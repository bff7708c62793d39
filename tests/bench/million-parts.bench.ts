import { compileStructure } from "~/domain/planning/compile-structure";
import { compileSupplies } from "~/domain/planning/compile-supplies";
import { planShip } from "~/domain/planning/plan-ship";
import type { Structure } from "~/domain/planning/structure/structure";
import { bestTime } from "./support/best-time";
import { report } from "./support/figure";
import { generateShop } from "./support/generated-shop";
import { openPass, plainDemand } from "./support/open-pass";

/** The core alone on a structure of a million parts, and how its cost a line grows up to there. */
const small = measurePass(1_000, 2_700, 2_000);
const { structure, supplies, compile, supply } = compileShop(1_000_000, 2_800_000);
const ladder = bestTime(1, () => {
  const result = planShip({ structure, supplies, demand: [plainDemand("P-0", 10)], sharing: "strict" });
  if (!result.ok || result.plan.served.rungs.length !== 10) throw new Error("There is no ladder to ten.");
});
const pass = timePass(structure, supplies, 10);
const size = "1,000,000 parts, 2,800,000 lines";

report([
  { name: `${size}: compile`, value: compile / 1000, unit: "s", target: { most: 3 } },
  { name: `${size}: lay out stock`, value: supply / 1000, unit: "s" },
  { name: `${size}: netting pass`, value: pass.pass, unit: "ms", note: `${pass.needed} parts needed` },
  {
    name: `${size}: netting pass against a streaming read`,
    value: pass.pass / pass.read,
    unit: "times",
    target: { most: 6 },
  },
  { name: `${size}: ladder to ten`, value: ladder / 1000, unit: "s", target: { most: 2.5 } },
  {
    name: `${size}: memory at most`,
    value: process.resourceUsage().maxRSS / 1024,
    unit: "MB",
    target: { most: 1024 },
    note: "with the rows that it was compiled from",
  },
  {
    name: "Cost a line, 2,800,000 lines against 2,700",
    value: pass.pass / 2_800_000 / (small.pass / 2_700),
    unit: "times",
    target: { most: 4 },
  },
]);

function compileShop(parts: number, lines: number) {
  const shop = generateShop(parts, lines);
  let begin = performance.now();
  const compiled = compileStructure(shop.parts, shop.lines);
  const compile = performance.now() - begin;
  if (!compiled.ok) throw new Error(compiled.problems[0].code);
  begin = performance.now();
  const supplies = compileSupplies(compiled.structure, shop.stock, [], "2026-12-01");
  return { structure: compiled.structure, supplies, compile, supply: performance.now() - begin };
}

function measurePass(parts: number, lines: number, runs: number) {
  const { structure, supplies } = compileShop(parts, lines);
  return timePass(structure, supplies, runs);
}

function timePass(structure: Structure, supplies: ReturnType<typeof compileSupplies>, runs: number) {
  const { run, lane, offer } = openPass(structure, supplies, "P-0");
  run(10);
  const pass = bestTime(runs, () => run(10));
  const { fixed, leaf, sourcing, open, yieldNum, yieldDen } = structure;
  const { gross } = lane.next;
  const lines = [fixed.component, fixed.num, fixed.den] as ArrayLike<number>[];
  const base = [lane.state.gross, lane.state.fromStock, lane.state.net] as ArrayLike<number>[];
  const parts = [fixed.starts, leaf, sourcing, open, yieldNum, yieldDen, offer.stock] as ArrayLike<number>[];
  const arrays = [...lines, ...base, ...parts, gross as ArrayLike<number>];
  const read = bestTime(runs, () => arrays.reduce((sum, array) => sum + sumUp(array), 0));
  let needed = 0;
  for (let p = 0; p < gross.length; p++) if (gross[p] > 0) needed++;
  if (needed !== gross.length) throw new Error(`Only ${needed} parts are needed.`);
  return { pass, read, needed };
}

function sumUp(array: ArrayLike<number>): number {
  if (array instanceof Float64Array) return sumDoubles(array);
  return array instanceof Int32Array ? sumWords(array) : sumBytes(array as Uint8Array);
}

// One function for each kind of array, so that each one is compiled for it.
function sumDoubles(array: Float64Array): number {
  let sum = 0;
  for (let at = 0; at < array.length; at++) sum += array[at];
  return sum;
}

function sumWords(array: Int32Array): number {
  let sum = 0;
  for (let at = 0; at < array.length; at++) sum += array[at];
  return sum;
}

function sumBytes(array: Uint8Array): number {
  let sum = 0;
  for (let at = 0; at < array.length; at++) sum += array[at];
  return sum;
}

════

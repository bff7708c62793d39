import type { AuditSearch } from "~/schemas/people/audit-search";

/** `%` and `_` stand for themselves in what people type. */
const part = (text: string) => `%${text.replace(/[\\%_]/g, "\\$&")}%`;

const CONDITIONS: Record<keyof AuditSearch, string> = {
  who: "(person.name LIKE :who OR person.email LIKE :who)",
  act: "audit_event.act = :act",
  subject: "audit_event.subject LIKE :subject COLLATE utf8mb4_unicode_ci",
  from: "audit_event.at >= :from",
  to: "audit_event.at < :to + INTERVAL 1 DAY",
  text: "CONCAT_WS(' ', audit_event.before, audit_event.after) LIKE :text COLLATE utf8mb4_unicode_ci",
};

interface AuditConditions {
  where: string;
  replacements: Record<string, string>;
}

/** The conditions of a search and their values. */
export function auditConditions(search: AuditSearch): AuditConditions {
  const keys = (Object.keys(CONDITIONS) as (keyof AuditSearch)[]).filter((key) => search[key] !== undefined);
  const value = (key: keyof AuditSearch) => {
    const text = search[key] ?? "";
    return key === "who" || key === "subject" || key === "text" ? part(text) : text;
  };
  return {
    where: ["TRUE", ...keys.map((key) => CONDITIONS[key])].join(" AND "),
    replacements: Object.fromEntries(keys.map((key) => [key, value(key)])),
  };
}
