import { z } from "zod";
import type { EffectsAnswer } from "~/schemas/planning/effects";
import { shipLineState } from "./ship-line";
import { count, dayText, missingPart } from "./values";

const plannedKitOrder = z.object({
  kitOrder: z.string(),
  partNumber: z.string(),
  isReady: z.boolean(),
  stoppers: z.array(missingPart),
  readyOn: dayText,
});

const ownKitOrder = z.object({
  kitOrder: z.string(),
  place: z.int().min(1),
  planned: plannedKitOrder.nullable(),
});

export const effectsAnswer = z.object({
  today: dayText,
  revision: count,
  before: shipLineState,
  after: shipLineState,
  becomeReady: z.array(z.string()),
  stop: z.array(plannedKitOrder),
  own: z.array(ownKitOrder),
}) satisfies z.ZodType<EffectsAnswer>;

════

AIM OF THE TASK → Check each line of the entries above for the string "schemas", and return those that contain it.

ANSWER BELOW →
import type { AuditSearch } from "~/schemas/people/audit-search";
import type { EffectsAnswer } from "~/schemas/planning/effects";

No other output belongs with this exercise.